Kenanga Research & Investment

MBM Resources - Look Further Down the Road

kiasutrader
Publish date: Thu, 21 Aug 2014, 10:22 AM

We came away from MBM’s 2Q14 results briefing still keeping our CONSERVATIVE stance unchanged on its FY14 outlook given the ongoing transition period. Moving forward to FY15, however, we are feeling UPBEAT on its outlook which could see low hanging fruits such as: (i) upcoming contracts to be secured for its OMI Alloy plant starting from the end of 2014, (ii) new models launching by Perodua (i.e. Axia, and other models to cater for consumers that gravitate towards lower priced cars), and (iii) breakeven in the new plants of its associates. Since our generally contrarian UNDERPERFORM rating back in March 2013, MBM’s share price has declined by 19%. At the current valuation, MBM is trading at 8.1x FY15 PER (back to its average 4-year forward PER) and we see limited downside from here. While we leave our earnings forecasts unchanged, we upgrade our rating to MARKET PERFORM based on a higher TP of RM3.06 (from RM2.92) as we roll forward our valuation basis year from FY14 to FY15 by ascribing 9.0x PER, which is at the +0.5SD above its 4-year average forward PER.

Further details on the 2Q14 results. On a YoY basis, MBM’s 2Q14 revenue remained flat at RM565.6m (-1.4%) as the higher revenue from auto parts manufacturing (driven by increased demand from major car makers as well as the higher income from aftersales) was negated by lower sales of continental makes. While the group’s EBIT increased by 5% which was mainly helped by sustainable margins on vehicle sales on lower discount being offered as well as the higher margins from aftersales, its PBT declined by 10% given the lower vehicles sales in its associates’ results (Perodua and Hino) and start-up losses at its new manufacturing facilities.
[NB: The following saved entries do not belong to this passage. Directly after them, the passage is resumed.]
def _reduce(kind: str, x: Array, arg: Any, env: _Env) -> Array:
    x = _full(x, env)
    if isinstance(x, S.Sep):
        got = None
        if kind == "total":
            got = S.total(x)
        elif kind == "npv":
            rate = np.asarray(arg, dtype=float)
            if rate.size == 1:
                got = S.npv(x, (1.0 + rate.reshape(1, 1)) ** -env.t)
        elif kind == "at":
            got = S.at(x, arg)
        if got is not None:
            return got
        x = S.dense(x)
    if x.dtype == bool:
        if kind == "first_year":
            first = np.argmax(x, axis=1)
            return np.where(x[np.arange(x.shape[0]), first], first.astype(float), np.nan)[:, None]
        x = x.astype(float)
    if kind == "total":
        if x.ndim == 2 and x.dtype == np.float64:
            # the years of each row added in order; np.sum's reduction over short rows is several times slower
            return np.einsum("ij->i", x)[:, None]
        return np.sum(x, axis=1, keepdims=True)
    if kind == "npv":
        return np.sum(x * (1.0 + np.asarray(arg, dtype=float)) ** -env.t, axis=1, keepdims=True)
    if kind == "at":
        year = np.broadcast_to(np.asarray(arg, dtype=float).reshape(-1, 1), (x.shape[0], 1))
        ok = np.isfinite(year) & (year >= 0) & (year < x.shape[1])
        got = np.take_along_axis(x, np.where(ok, year, 0).astype(np.int64), axis=1)
        return np.where(ok, got, np.nan)
    filled = np.where(np.isnan(x), np.inf, x)
    if kind == "lowest":
        low = filled.min(axis=1, keepdims=True)
        return np.where(np.isinf(low) & np.all(np.isnan(x), axis=1, keepdims=True), np.nan, low)
    if kind == "highest":
        high = np.where(np.isnan(x), -np.inf, x).max(axis=1, keepdims=True)
        return np.where(np.all(np.isnan(x), axis=1, keepdims=True), np.nan, high)
    if kind == "year_of_lowest":
        none = np.all(np.isnan(x), axis=1, keepdims=True)
        return np.where(none, np.nan, np.argmin(filled, axis=1)[:, None].astype(float))
    if kind == "first_year":
        hit = (x > 0) | (x < 0)  # not zero and not "no value" (no temporary array of magnitudes)
        first = np.argmax(hit, axis=1)
        found = hit[np.arange(hit.shape[0]), first]
        return np.where(found, first.astype(float), np.nan)[:, None]
    raise ValueError(f"unknown reduction {kind!r}")


class _Compiler:
    """Turns expression trees into closures over a chunk's environment."""

    def __init__(self, model: Model):
        self.model = model

    def _product(self, n: E.Bin, fa: Fn, fb: Fn) -> Fn:
        """a * b; where a factor made of case inputs and constants alone (a tax rate, a share, a number
        of reserve years) is zero for the whole chunk, the other is not computed: the product is that
        zero (which also spares the lines only the other factor needs)."""
        mul = np.multiply
        if _governing(n.b):
            def product_b(env):
                b = fb(env)
                z = _zero(b)
                return z if z is not None else S.binop("*", fa(env), b, mul)
            return product_b
        if _governing(n.a):
            def product_a(env):
                a = fa(env)
                z = _zero(a)
                return z if z is not None else S.binop("*", a, fb(env), mul)
            return product_a
        return lambda env: S.binop("*", fa(env), fb(env), mul)

    def compile(self, n: E.Node) -> Fn:  # noqa: C901 - one case per node type
        if isinstance(n, E.Const):
            v = n.value
            return lambda env: v
        if isinstance(n, E.Constant):
            v = n.value
            return lambda env: v
        if isinstance(n, E.Input):
            path = n.path
            return lambda env: env.inputs[path]
        if isinstance(n, E.Ref):
            key = self.model.get(n).key
            return lambda env: env.values[key]
        if isinstance(n, E.Year):
            return lambda env: env.t
        if isinstance(n, E.Bin):
            fa, fb, op, name = self.compile(n.a), self.compile(n.b), _BIN[n.op], n.op
            if name == "*":
                return self._product(n, fa, fb)
            return lambda env: S.binop(name, fa(env), fb(env), op)
        if isinstance(n, E.Not):
            fa = self.compile(n.a)
            return lambda env: np.logical_not(D(fa(env)))
        if isinstance(n, E.Call):
            fs = [self.compile(a) for a in n.args]
            fn = n.fn
            if fn == "where":
                c, a, b = fs

                def where(env, c=c, a=a, b=b):
                    cond = np.asarray(D(c(env)))
                    if _uniform(cond):  # every row and year takes one branch: evaluate that one only
                        return _pick(a(env) if cond.flat[0] else b(env), cond.shape)
                    return np.where(cond, D(a(env)), D(b(env)))
                return where
            if fn in ("minimum", "maximum"):
                a, b = fs
                op = np.minimum if fn == "minimum" else np.maximum
                zero_b = isinstance(n.args[1], E.Const) and n.args[1].value == 0.0

                def extreme(env, a=a, b=b, op=op, fn=fn, zero_b=zero_b):
                    x = a(env)
                    if zero_b and isinstance(x, S.Sep):
                        got = S.extreme(x, fn)
                        if got is not None:
                            return got
                    return op(D(x), D(b(env)))
                return extreme
            if fn in ("exp", "sign", "abs", "log"):
                (a,) = fs
                op = {"exp": np.exp, "sign": np.sign, "abs": np.abs, "log": np.log}[fn]
                return lambda env: op(S.num(D(a(env))))
            if fn == "mod":
                a, b = fs
                return lambda env: np.mod(S.num(D(a(env))), S.num(D(b(env))))
            if fn == "given":
                (a,) = fs
                is_list = isinstance(n.args[0], E.Input) and n.args[0].path in LIST_KEYS

                def given(env, a=a, is_list=is_list):
                    x = np.asarray(D(a(env)), dtype=float)
                    if is_list:
                        return np.any(~np.isnan(x), axis=1, keepdims=True) if x.shape[1] else np.zeros((1, 1), bool)
                    return ~np.isnan(x)
                return given
            if fn == "or_default":
                a, d = fs
                return lambda env: (lambda x: np.where(np.isnan(x), D(d(env)), x))(np.asarray(D(a(env)), dtype=float))
            raise ValueError(f"unknown function {fn!r}")
        if isinstance(n, E.Lag):
            fx, ffill = self.compile(n.x), self.compile(n.fill)
            if isinstance(n.k, E.Node):
                fk = self.compile(n.k)

                def lag_var(env):
                    x = D(_full(fx(env), env))
                    k = np.asarray(fk(env), dtype=float)
                    if _uniform(k):
                        return _shift(x, int(k.flat[0]), D(_full(ffill(env), env)))
                    idx = (env.t - k).astype(np.int64)
                    got, ok = _gather(x, idx)
                    return np.where(ok, got, D(_full(ffill(env), env)))
                return lag_var
            k = int(n.k)

            def lag(env, fx=fx, ffill=ffill, k=k):
                x = _full(fx(env), env)
                if isinstance(x, S.Sep):
                    return S.shift(x, k, ffill(env))
                return _shift(D(x), k, D(_full(ffill(env), env)))
            return lag
        if isinstance(n, E.WindowSum):
            fx, fn_ = self.compile(n.x), self.compile(n.n)

            def window(env):
                x = _full(fx(env), env)
                k = np.asarray(fn_(env), dtype=float)
                if _uniform(k):  # the same window for every row: a shift
                    if isinstance(x, S.Sep):
                        return S.window(x, int(k.flat[0]))
                    c = _cumsum(x)
                    return c - _shift(c, int(k.flat[0]), np.zeros((1, 1)))
                c = _cumsum(D(x))
                idx = (env.t - k).astype(np.int64)
                before, ok = _gather(c, idx)
                return c - np.where(ok, before, 0.0)
            return window
        if isinstance(n, E.CumSum):
            fx = self.compile(n.x)
            def cum(env, fx=fx):
                x = _full(fx(env), env)
                return S.cumsum(x) if isinstance(x, S.Sep) else _cumsum(x)
            return cum
        if isinstance(n, E.ByYear):
            fx = self.compile(n.x)
            start, default, hold = n.start, n.default, n.hold_last
            return lambda env: _by_year(np.asarray(fx(env), dtype=float), env.t, start, default, hold)
        if isinstance(n, E.Reduce):
            fx = self.compile(n.x)
            farg = self.compile(n.arg) if n.arg is not None else (lambda env: None)
            kind = n.kind
            return lambda env: _reduce(kind, fx(env), farg(env), env)
        if isinstance(n, E.Lookup):
            fkeys = [self.compile(k) for k in n.keys]
            table, column = n.table, n.column
            return lambda env: _lookup(table, column, _label_join([f(env) for f in fkeys]))
        if isinstance(n, E.Method):
            m = METHODS[n.name]
            fargs = [self.compile(a) for a in n.args]
            yearly = [_is_yearly(self.model, a) for a in n.args]

            def call(env, m=m, fargs=fargs, yearly=yearly):
                # a line kept separable is made dense year-major ((years, rows), handed over as its
                # (rows, years) view): a method working year by year over the rows (IRR) reads it as is
                args = [S.num(S.dense_by_year(_full(f(env), env)) if y else D(f(env))) for f, y in zip(fargs, yearly)]
                if any(y for y in yearly):
                    rows = max(np.asarray(a).shape[0] for a in args if np.ndim(a) == 2)
                    args = [np.broadcast_to(a, (rows, env.years)) if y else a for a, y in zip(args, yearly)]
                return m.numpy(*args)
            return call
        raise TypeError(f"cannot evaluate {type(n).__name__}")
Light at the end of the tunnel could only be seen in 2015. Management still keeps to its conservative tone in 2014 in light of: (i) the tighter financing conditions and intensifying competition that will continue to impact its motor trading sales as well as (ii) the start-up losses of its new manufacturing investments due to gestation period. The 1st point mentioned abive is in line with our conservative view as we believe that the financing grip will be felt more especially by the national marques where its targeted customer base (low to middle-income car buyers) are more susceptible to the cost push inflationary impact. Moving into FY15, we concur with the management view that the outlook should be better on the back of: (i) upcoming contracts that will be secured for its OMI Alloy plant starting from end of 2014, (ii) new models launching by Perodua (i.e. Axia, and other models to cater for consumers preference that gravitate towards lower priced cars) and (iii) breakeven in the new plants of its associates.

Measures to sail through the transition period. To smooth out the uneven curve, particularly in the motor trading sales, the group is: (i)securing more distributorship i.e. with the recent move by entering into a distributorship agreement with Iveco S.p.A, which we believe to penetrate particularly into the heavy vehicles/trucks with less competition as well as (ii) implementing aftersales facilities upgrade to boost its service intakes. Meanwhile on the automotive components manufacturing, with the facilities in place, the group has already started to ramp up its production with expectations of more contracts to be secured.